Thanks!  It must have been a variation on a muddler - shorter and broader, mainly.  Maybe just some German interpretation.  I'm sure it doesn't make any difference.  The kits were just glasses of a good size for mojitos, pacjaged with one of these muddler-ish things, and usually a small cutting board and knife;  nothing all that unique, just kind of fun.  Thanks for the links, too.  I'm off to mojito-land . . .


----------



## kitchenelf (Mar 26, 2004)

I'm not sure what the traditional size glass is for a mojito so the shorter version may be appropriate - I, however, like a tall glass   

I'm running as fast as I can to your mojito land - I would hate for you to be lonely!!!!


----------



## -DEADLY SUSHI- (Mar 26, 2004)

This is a fun thread!    I learned a lot.
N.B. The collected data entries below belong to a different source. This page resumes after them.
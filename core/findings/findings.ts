import type { Findings } from '../contract/findings.ts'
import { writeInstant } from '../contract/primitives.ts'
import { buildTimeline } from '../timeline/build-timeline.ts'
import type { Evidence } from '../timeline/evidence.ts'
import { totalMs } from '../timeline/spans.ts'
import type { Timeline } from '../timeline/timeline.ts'
import { answer } from './answer.ts'
import { budget } from './budget.ts'
import { coverage } from './coverage.ts'
import { epochs } from './epochs/epochs.ts'
import { headroom } from './headroom.ts'
import { insulation } from './insulation.ts'
import { nextSteps } from './isolation.ts'
import { withLocalTimes } from './local-text.ts'
import { patterns } from './patterns/patterns.ts'
import { proof } from './proof.ts'
import { runProfiles } from './run-profiles.ts'
import { spreadFindings } from './spreading/spread-findings.ts'
import { type SpokenWindow, suspects, type Weighed } from './suspects.ts'
import { timedStepOf } from './timed/timed-step.ts'
import { tripFindings } from './trips.ts'
import { countOf, sentence } from './words.ts'

/** Raised whenever the same evidence may give other findings than before; part of every cache key. */
export const FINDINGS_VERSION = 5

/**
 * The findings of one device over [from, to): the only door into this folder. Same evidence, same bytes.
 * Too little data is an answer of its own, never an error.
 *
 * @throws {CoreError} unknown_reference when the sheet has no such device
 */
export function findings(evidence: Evidence): Findings {
  const timeline = buildTimeline(evidence)
  const hours = totalMs(timeline.energised) / 3_600_000
  const room = headroom(timeline)
  const lines = budget(timeline)
  const trips = tripFindings(timeline, lines, room)
  const weighed = suspects(timeline, { trips, profiles: runProfiles(timeline, lines), budget: lines, headroom: room })
  const { log } = weighed
  const spreading = spreadFindings(timeline, lines, room)
  return {
    rcd: evidence.rcd,
    from: writeInstant(timeline.from),
    to: writeInstant(timeline.to),
    answer: answer(timeline, hours, room, lines, weighed.suspects),
    coverage: coverage(timeline),
    headroom: room,
    budget: lines,
    trips,
    suspects: weighed.suspects,
    patterns: {
      ...patterns(timeline, { ...log, remainder: log.unexplained?.remainder ?? log.minutes }),
      timedSteps: log.timed.map(timedStepOf),
    },
    next: nextSteps(timeline, hours, {
      suspects: weighed.suspects,
      sets: weighed.sets,
      windows: weighed.windows,
      trips: weighed.frame.trips.length,
      budget: lines,
      standingMa: room.standingMa?.p50 ?? null,
      spread: spreading.plans[0]?.text ?? null,
    }),
    proof: proof(timeline, trips, leadingWindow(weighed)),
    insulation: insulation(timeline, room),
    epochs: epochs(timeline),
    spread: spreading,
    notes: notesOf(timeline, weighed.frame.trips.length),
  }
}

/** When the first suspect of the line-up may act, where that is a set of time. */
function leadingWindow({ suspects: list, windows }: Weighed): SpokenWindow | null {
  return windows.get(list[0]?.of ?? '') ?? null
}

/** What was merged, narrowed or set aside, times on the site's clock. */
function notesOf(timeline: Timeline, counted: number): string[] {
  const notes = timeline.notes.map((note) => withLocalTimes(note, timeline.sheet.timeZone))
  const repeats = timeline.trips.length - counted
  if (repeats > 0) {
    notes.unshift(
      `${sentence(countOf(repeats, 'trip'))} came within a quarter of an hour of closing the device again: ${repeats === 1 ? 'it counts' : 'they count'} as one with the trip before.`,
    )
  }
  return notes
}
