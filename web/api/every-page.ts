import { call } from './call.ts'

/** A page of a list as the API answers it. */
export interface ListPage<T> {
  readonly items: readonly T[]
  readonly next: string | null
}

/** The most pages one list is followed for; a longer list is cut and the caller told. */
const MOST_PAGES = 20

/** All items of a paged list, page after page. `cut` is true when the list goes on beyond what was fetched. */
export async function everyPage<T>(path: string, signal?: AbortSignal): Promise<{ items: T[]; cut: boolean }> {
  const items: T[] = []
  let after: string | null = null
  for (let page = 0; page < MOST_PAGES; page++) {
    const joint: string = path.includes('?') ? '&' : '?'
    const answer: ListPage<T> = await call<ListPage<T>>(
      after === null ? path : `${path}${joint}after=${encodeURIComponent(after)}`,
      { signal },
    )
    items.push(...answer.items)
    after = answer.next
    if (after === null) return { items, cut: false }
  }
  return { items, cut: true }
}
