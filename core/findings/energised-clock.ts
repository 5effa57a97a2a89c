import type { Timeline } from '../timeline/timeline.ts'

const HOUR_MS = 3_600_000

/** Hours of supply from the beginning of the span to an instant: the clock of a timer that stands still while the device is open. */
export function energisedClock(timeline: Timeline): (ms: number) => number {
  const { energised } = timeline
  const before = new Float64Array(energised.length / 2 + 1)
  for (let i = 0; i < energised.length; i += 2) before[i / 2 + 1] = before[i / 2]! + energised[i + 1]! - energised[i]!
  return (ms) => {
    let low = 0
    let high = energised.length / 2
    while (low < high) {
      const middle = (low + high) >>> 1
      if (energised[2 * middle + 1]! < ms) low = middle + 1
      else high = middle
    }
    const within = 2 * low < energised.length ? Math.max(0, ms - energised[2 * low]!) : 0
    return (before[low]! + within) / HOUR_MS
  }
}
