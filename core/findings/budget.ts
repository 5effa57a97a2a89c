import type { BudgetLine } from '../contract/findings.ts'
import type { Thing, Timeline } from '../timeline/timeline.ts'
import { accuracyOf, type ClampAccuracy, groupAccuracy } from './accuracy.ts'
import { hiddenPart } from './hidden-part.ts'
import { channelFigure } from './own-channel.ts'
import { type StepEstimate, stepRegression } from './step-regression.ts'
import { type StepRows, stepRows } from './step-rows.ts'
import { type SurveyFigure, surveyFigures } from './survey.ts'
import { countOf, figure, nameOf, rounded, sentence } from './words.ts'

const NO_ROWS: StepRows = { steps: [], placebos: [] }

/**
 * Who uses the headroom up (methods.md §2): one line for each circuit and load in the order of the sheet, mA at the
 * margin: by how much the residual current changes with it. A circuit's figure holds what ran on it when it was
 * switched, so that a circuit's line and its loads' lines do not add. Own channels and clamp surveys come before switching where they
 * are at least as exact. 90 % intervals, never narrower than the clamp.
 */
export function budget(timeline: Timeline): BudgetLine[] {
  const accuracy = groupAccuracy(timeline)
  const rows = timeline.leakage === null ? NO_ROWS : stepRows(timeline, timeline.leakage)
  const steps = stepRegression(rows, accuracy.digitMa / 2)
  const surveys = surveyFigures(timeline)
  const standing = standingAt(rows)
  return timeline.things.map((thing, index) => {
    const step = steps.get(index)
    const survey = surveys.get(thing.of)
    const own = thing.leakage === null ? null : channelFigure(timeline, thing.of, thing.leakage)
    if (own !== null) {
      return line(thing.of, own.ma, own.low, own.high, 'channel', step?.switchings ?? 0, channelNote(step))
    }
    const switching = step === undefined || step.inseparable.length > 0 ? null : figureOf(step, accuracy)
    if (survey !== undefined && (switching === null || survey.half <= switching.half)) {
      const note = surveyNote(survey, switching)
      return line(
        thing.of,
        survey.ma,
        survey.ma - survey.half,
        survey.ma + survey.half,
        'survey',
        step?.switchings ?? 0,
        note,
      )
    }
    if (step === undefined || switching === null) return unjudged(timeline, thing, step)
    const hidden = timeline.conductive === null ? hiddenPart(standing.get(index) ?? 0, switching.ma) : null
    const notes = [
      step.switchings < 3 ? `Rests on ${countOf(step.switchings, 'switching')}.` : '',
      hidden ?? '',
      survey === undefined ? '' : `A clamp survey read ${figure(survey.ma)} mA.`,
    ]
    const note = notes.filter((text) => text !== '').join(' ')
    const { ma, half } = switching
    return line(thing.of, ma, ma - half, ma + half, 'switching', step.switchings, note)
  })
}

function figureOf(step: StepEstimate, accuracy: ClampAccuracy): { ma: number; half: number } {
  return { ma: step.ma, half: Math.hypot(step.half, accuracyOf(accuracy, step.ma)) }
}

function line(
  of: string,
  ma: number,
  low: number,
  high: number,
  basis: BudgetLine['basis'],
  switchings: number,
  note: string,
): BudgetLine {
  const figures = { of, ma: rounded(ma), low: rounded(low), high: rounded(high), basis, switchings }
  return note === '' ? figures : { ...figures, note }
}

function unjudged(timeline: Timeline, thing: Thing, step: StepEstimate | undefined): BudgetLine {
  const base = {
    of: thing.of,
    ma: null,
    low: null,
    high: null,
    basis: 'unjudged',
    switchings: step?.switchings ?? 0,
  } as const
  if (step !== undefined) {
    const others = step.inseparable.map((index) => nameOf(timeline, timeline.things[index]!.of))
    return {
      ...base,
      note: `Always switched together with ${others.join(', ')}: the log cannot tell them apart. Switch it alone once.`,
    }
  }
  if (timeline.leakage === null) return { ...base, note: 'No leakage is logged on this device.' }
  const note =
    thing.changes.length === 0
      ? 'Never switched while the state was known.'
      : 'Switched only where no leakage was logged, or with its circuit.'
  return { ...base, note }
}

function channelNote(step: StepEstimate | undefined): string {
  if (step === undefined || step.inseparable.length > 0) return 'By its own clamp; magnitudes of several do not add.'
  return `By its own clamp; its switching changes the group by ${figure(step.ma)} mA.`
}

function surveyNote(survey: SurveyFigure, switching: { ma: number; half: number } | null): string {
  const pairs = `${sentence(countOf(survey.pairs, 'pair'))} of readings.`
  if (switching === null) return pairs
  return `${pairs} Its switching in the log gives ${figure(switching.ma)} ± ${figure(switching.half)} mA.`
}

/** Mean level beside the changes of each thing, mA, by position. */
function standingAt(rows: StepRows): Map<number, number> {
  const sums = new Map<number, { sum: number; n: number }>()
  for (const row of rows.steps) {
    row.things.forEach((thing, k) => {
      const held = sums.get(thing) ?? { sum: 0, n: 0 }
      // The level without the thing: before it comes on, after it has gone off.
      sums.set(thing, { sum: held.sum + (row.signs[k]! > 0 ? row.before : row.before + row.ma), n: held.n + 1 })
    })
  }
  return new Map([...sums].map(([thing, { sum, n }]) => [thing, sum / n]))
}
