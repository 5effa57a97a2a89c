import type { Pattern, Patterns } from '../contract/findings.ts'
import { quantile } from '../statistics/quantile.ts'
import type { Series } from '../timeline/series.ts'
import { type Spans, spansOf, totalMs } from '../timeline/spans.ts'
import { nightSpans, sunTimes } from '../timeline/sun.ts'
import type { Timeline } from '../timeline/timeline.ts'
import { clockPattern } from './clock-pattern.ts'
import { episodes } from './episodes.ts'
import { periodPattern } from './period-pattern.ts'
import { type Preferred, ratePattern } from './rate-pattern.ts'
import { heldAbove, thinned } from './windows/held.ts'
import { antecedent } from './windows/weather-windows.ts'
import { figure } from './words.ts'

const HOUR_MS = 3_600_000
const MINUTE_MS = 60_000
/** Fewer trips with a known time cannot show a pattern. */
const LEAST_TRIPS = 5
/** A trip known no closer than this has no time of day. */
const VAGUE_MS = 30 * MINUTE_MS
const TOO_FEW: Pattern = { verdict: 'Too few trips with a known time to say.', p: null }
/** Wet: so many mm of rain still standing, drying by half in so many hours. */
const WET_MM = 1
const HALF_LIVES = [3, 12] as const
const LAGS = [0, 6] as const

/**
 * When trips come: time of day, period, sun, rain, temperature, load current (methods.md §6, §7), each as one sentence
 * with its test. Trips known only within half an hour or worse are left out; with fewer than five the answer says so.
 */
export function patterns(timeline: Timeline): Patterns {
  const trips = episodes(timeline.trips)
    .filter((trip) => trip.to - trip.from <= VAGUE_MS)
    .map((trip) => (trip.from + trip.to) / 2)
  const enough = trips.length >= LEAST_TRIPS && totalMs(timeline.energised) > 0
  const asked = (ask: () => Pattern): Pattern => (enough ? ask() : TOO_FEW)
  return {
    clock: asked(() => clockPattern(timeline, trips)),
    period: asked(() => periodPattern(timeline, trips)),
    sun: sunPattern(timeline, trips, enough),
    rain: rainPattern(timeline, trips, enough),
    temperature: levelPattern(timeline, timeline.temperature, trips, enough, 'temperature', '°C', [0.25, 0.75]),
    load: levelPattern(timeline, timeline.loadCurrent, trips, enough, 'load current of the group', 'A', [0.75, 0.9]),
    timedSteps: [],
  }
}

function sunPattern(timeline: Timeline, trips: readonly number[], enough: boolean): Pattern {
  const { latitude, longitude } = timeline.sheet
  if (latitude === undefined || longitude === undefined) {
    return { verdict: 'The sheet has no latitude and longitude.', p: null }
  }
  if (!enough) return TOO_FEW
  const { from, to } = timeline
  const known = spansOf([[from, to]])
  const after = (name: 'sunrise' | 'sunset'): Spans => {
    const pairs: [number, number][] = []
    for (let t = from - 24 * HOUR_MS; t < to + 24 * HOUR_MS; t += 24 * HOUR_MS) {
      const at = sunTimes(t, latitude, longitude)[name]
      if (at !== null) pairs.push([at - 15 * MINUTE_MS, at + 45 * MINUTE_MS])
    }
    return spansOf(pairs)
  }
  return ratePattern(
    timeline.energised,
    trips,
    [
      { words: 'in the dark', inside: nightSpans(from, to, latitude, longitude), known },
      { words: 'within the hour round sunset', inside: after('sunset'), known },
      { words: 'within the hour round sunrise', inside: after('sunrise'), known },
    ],
    'No dark or light hours to compare.',
  )
}

function rainPattern(timeline: Timeline, trips: readonly number[], enough: boolean): Pattern {
  const { rain } = timeline
  if (rain === null) return { verdict: 'No rain is logged.', p: null }
  if (!enough) return TOO_FEW
  const sets: Preferred[] = []
  for (const halfLife of HALF_LIVES) {
    for (const lag of LAGS) {
      const { inside, known } = heldAbove(antecedent(rain, halfLife), WET_MM, true, lag * HOUR_MS)
      const late = lag === 0 ? '' : `, ${lag} hours late`
      sets.push({ words: `in wet hours (drying by half in ${halfLife} h${late})`, inside, known })
    }
  }
  return ratePattern(timeline.energised, trips, sets, 'No wet and dry hours to compare.')
}

function levelPattern(
  timeline: Timeline,
  series: Series | null,
  trips: readonly number[],
  enough: boolean,
  name: string,
  unit: string,
  shares: readonly number[],
): Pattern {
  if (series === null) return { verdict: `No ${name} is logged.`, p: null }
  if (!enough) return TOO_FEW
  if (series.v.length === 0) return { verdict: `No ${name} is logged.`, p: null }
  const sample = thinned(series.v, 5_000)
  const sets = shares.map((share): Preferred => {
    const above = share >= 0.5
    const cut = quantile(sample, share)
    const { inside, known } = heldAbove(series, cut, above, 0)
    return { words: `while it was ${above ? 'above' : 'below'} ${figure(cut)} ${unit}`, inside, known }
  })
  return ratePattern(timeline.energised, trips, sets, `The ${name} did not change enough to compare.`)
}
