import type { Coverage } from '../contract/findings.ts'
import { writeInstant } from '../contract/primitives.ts'
import { totalMs } from '../timeline/spans.ts'
import type { Timeline } from '../timeline/timeline.ts'
import { rounded } from './words.ts'

const HOUR_MS = 3_600_000

/** How much the findings rest on: energised hours, those with leakage readings, trips, and every channel's gaps. */
export function coverage(timeline: Timeline): Coverage {
  return {
    energisedHours: rounded(totalMs(timeline.energised) / HOUR_MS),
    readingHours: rounded(totalMs(timeline.logged) / HOUR_MS),
    trips: timeline.trips.length,
    gaps: timeline.gaps.map((gap) => ({
      channel: gap.channel,
      from: writeInstant(gap.from),
      to: writeInstant(gap.to),
    })),
  }
}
That drink sounds pretty good too.


----------



## ramydam (Mar 28, 2004)

Wishing I could pack a cooler of Mojitos to class on Monday made me remember the non-alcoholic mojitos we drank by the gallon at the Tex-Mex restaurant I worked at in Berlin (had to wait 'til we were off the clock for the real stuff.)  
Just fresh quartered lime, mint and turbinado sugar all crushed in the bottom of your glass as you would for a regular mojito, then filled with ice and ginger ale and given a good stir.  Plain cheap ginger ale is fine, but try making with Jamaican ginger beer (still nonalcoholic) when you want a real treat.  
Best summer refresher you can drink in unlimited quanitites.  The combination of the mint and ginger ale is good for counteracting rich foods and all sorts of other ills, too!


----------